* [What this task involves]
Each line in the records below, from the one that contains "us := make([]float64, m+1)" to the one that contains "knots := make([]float64, 0, m+5)", should be reproduced exactly, the first and last included.

[Source data]
╭──
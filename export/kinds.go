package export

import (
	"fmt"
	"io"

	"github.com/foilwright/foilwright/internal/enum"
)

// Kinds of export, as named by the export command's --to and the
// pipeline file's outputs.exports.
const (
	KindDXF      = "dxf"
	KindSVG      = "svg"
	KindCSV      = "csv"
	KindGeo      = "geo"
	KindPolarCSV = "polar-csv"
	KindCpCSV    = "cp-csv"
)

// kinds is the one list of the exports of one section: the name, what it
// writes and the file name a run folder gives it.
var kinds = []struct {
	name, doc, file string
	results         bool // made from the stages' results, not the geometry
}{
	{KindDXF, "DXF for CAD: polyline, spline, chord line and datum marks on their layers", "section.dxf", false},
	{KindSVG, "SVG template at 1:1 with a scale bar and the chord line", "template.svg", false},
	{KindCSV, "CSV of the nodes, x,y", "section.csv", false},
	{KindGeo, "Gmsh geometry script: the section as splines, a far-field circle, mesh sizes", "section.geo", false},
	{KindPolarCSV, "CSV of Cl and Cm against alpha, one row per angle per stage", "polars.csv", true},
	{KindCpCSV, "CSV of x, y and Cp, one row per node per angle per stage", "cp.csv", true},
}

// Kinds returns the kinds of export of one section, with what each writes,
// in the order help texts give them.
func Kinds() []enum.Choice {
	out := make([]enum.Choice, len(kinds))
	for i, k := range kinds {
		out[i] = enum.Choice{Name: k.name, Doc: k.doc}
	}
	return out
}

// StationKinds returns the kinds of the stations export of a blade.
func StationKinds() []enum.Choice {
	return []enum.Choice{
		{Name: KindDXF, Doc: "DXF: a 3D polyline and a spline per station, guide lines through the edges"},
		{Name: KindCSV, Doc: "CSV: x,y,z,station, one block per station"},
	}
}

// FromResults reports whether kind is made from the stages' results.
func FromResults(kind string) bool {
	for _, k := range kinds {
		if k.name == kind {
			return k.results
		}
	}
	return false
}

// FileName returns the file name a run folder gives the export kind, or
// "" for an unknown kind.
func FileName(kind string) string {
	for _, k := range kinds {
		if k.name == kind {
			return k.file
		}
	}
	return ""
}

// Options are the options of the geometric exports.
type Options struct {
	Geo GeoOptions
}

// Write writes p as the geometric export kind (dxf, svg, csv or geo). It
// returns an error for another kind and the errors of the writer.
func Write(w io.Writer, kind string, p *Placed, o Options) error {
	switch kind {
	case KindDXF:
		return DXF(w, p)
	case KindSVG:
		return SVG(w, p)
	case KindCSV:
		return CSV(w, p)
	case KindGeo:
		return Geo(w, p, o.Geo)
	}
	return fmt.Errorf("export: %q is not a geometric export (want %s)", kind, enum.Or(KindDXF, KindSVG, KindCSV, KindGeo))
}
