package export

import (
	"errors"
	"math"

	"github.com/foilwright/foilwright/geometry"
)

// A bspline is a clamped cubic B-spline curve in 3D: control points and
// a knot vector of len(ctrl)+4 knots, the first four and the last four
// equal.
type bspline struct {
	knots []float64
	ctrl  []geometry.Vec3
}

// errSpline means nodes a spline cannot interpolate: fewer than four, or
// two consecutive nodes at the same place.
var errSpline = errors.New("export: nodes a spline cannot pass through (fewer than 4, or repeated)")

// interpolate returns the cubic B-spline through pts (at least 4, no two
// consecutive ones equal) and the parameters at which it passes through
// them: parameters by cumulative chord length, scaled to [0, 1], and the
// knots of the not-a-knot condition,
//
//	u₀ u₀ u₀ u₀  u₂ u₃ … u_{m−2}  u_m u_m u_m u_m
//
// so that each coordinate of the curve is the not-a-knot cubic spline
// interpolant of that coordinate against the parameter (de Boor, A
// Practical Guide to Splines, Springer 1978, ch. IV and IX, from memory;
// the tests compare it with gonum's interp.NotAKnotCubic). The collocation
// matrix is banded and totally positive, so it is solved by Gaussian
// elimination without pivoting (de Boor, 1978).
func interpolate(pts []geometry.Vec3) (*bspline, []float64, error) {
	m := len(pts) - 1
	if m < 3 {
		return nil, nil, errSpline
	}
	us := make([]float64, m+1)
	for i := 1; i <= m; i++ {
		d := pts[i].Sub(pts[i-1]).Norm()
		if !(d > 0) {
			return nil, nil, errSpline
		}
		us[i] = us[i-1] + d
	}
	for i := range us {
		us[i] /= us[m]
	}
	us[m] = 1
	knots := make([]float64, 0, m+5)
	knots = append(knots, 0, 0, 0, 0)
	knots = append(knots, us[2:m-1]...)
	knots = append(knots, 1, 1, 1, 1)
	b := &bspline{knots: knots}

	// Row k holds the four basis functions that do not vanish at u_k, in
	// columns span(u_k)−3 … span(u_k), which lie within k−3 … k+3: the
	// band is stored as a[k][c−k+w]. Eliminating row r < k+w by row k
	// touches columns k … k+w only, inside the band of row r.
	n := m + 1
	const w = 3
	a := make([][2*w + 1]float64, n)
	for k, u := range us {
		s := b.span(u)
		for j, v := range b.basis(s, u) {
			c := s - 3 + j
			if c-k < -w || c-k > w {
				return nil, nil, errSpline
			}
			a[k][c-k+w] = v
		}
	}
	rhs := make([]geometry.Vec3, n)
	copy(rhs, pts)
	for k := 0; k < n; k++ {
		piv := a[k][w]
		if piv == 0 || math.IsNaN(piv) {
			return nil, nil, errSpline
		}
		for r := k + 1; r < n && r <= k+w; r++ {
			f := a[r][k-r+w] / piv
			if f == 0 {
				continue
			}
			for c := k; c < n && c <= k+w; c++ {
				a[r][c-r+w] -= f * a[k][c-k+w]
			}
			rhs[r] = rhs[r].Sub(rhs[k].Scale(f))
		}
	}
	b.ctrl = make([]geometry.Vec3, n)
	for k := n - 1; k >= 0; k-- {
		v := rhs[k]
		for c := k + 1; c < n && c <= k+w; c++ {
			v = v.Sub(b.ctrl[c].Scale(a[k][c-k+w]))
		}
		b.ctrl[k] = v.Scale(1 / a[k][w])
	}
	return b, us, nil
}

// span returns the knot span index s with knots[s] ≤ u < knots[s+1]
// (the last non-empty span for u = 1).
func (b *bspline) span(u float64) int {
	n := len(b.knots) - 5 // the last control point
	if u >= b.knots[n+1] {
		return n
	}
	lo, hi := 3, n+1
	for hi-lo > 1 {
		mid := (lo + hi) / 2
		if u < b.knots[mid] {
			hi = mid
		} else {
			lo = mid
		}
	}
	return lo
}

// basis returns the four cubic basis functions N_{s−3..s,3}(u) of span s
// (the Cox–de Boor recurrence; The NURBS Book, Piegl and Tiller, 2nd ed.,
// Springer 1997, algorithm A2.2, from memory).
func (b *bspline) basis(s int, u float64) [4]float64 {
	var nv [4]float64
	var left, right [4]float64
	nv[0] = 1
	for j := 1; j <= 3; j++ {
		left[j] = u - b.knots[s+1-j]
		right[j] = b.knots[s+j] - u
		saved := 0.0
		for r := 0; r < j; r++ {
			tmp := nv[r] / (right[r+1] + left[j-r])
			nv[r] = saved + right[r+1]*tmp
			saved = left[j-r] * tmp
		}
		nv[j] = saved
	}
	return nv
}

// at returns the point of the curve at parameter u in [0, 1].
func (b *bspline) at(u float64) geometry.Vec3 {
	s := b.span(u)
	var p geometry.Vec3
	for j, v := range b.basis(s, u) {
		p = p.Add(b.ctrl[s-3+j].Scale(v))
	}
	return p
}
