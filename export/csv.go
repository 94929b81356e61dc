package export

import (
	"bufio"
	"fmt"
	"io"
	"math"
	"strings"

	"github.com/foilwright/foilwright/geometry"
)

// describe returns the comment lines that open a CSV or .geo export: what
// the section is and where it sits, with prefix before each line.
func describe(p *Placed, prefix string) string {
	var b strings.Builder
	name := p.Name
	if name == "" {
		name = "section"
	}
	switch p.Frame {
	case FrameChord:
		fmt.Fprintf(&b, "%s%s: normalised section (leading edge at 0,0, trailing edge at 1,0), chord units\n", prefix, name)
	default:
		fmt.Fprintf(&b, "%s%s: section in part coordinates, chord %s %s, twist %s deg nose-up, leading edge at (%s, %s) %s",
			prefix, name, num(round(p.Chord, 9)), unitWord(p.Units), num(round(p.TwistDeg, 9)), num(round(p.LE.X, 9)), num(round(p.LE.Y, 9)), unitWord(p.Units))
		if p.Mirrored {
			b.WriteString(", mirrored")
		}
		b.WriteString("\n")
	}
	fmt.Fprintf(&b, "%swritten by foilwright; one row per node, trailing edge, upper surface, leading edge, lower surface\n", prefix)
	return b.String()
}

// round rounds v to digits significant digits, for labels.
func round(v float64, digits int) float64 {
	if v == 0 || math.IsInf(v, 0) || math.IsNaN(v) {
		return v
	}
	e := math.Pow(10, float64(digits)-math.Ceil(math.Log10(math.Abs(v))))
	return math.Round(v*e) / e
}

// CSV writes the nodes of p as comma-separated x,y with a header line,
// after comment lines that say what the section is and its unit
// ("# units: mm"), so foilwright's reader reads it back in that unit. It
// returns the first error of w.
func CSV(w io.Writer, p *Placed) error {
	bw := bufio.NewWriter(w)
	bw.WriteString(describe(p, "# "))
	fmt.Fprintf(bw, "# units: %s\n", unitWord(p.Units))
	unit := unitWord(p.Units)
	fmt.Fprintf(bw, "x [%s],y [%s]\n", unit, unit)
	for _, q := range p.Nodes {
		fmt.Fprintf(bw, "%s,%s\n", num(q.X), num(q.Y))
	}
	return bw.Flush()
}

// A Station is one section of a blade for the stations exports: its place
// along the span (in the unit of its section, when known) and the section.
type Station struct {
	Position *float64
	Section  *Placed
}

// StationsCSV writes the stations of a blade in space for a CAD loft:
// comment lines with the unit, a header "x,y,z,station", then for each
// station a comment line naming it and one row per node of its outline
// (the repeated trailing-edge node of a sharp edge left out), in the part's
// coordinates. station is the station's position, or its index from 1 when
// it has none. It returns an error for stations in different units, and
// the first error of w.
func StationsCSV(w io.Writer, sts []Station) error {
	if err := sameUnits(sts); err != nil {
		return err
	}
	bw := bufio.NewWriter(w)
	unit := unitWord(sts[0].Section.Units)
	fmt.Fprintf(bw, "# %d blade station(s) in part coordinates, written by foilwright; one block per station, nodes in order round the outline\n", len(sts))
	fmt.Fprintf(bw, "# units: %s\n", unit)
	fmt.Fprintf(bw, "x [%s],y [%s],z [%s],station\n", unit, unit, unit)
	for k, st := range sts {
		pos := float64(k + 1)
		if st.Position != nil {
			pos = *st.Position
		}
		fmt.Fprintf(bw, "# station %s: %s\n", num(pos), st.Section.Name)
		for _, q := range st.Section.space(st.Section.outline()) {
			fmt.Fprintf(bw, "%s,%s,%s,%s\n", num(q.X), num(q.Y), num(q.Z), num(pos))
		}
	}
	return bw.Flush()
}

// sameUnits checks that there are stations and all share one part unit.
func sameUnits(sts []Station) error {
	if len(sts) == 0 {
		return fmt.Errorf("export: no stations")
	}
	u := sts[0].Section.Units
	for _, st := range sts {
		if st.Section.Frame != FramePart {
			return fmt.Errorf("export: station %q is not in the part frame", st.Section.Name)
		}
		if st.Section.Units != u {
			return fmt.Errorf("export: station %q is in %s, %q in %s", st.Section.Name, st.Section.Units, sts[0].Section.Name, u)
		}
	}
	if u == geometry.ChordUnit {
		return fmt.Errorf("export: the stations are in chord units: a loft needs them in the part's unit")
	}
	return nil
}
╰──
* [Task answer]
	us := make([]float64, m+1)
	for i := 1; i <= m; i++ {
		d := pts[i].Sub(pts[i-1]).Norm()
		if !(d > 0) {
			return nil, nil, errSpline
		}
		us[i] = us[i-1] + d
	}
	for i := range us {
		us[i] /= us[m]
	}
	us[m] = 1
	knots := make([]float64, 0, m+5)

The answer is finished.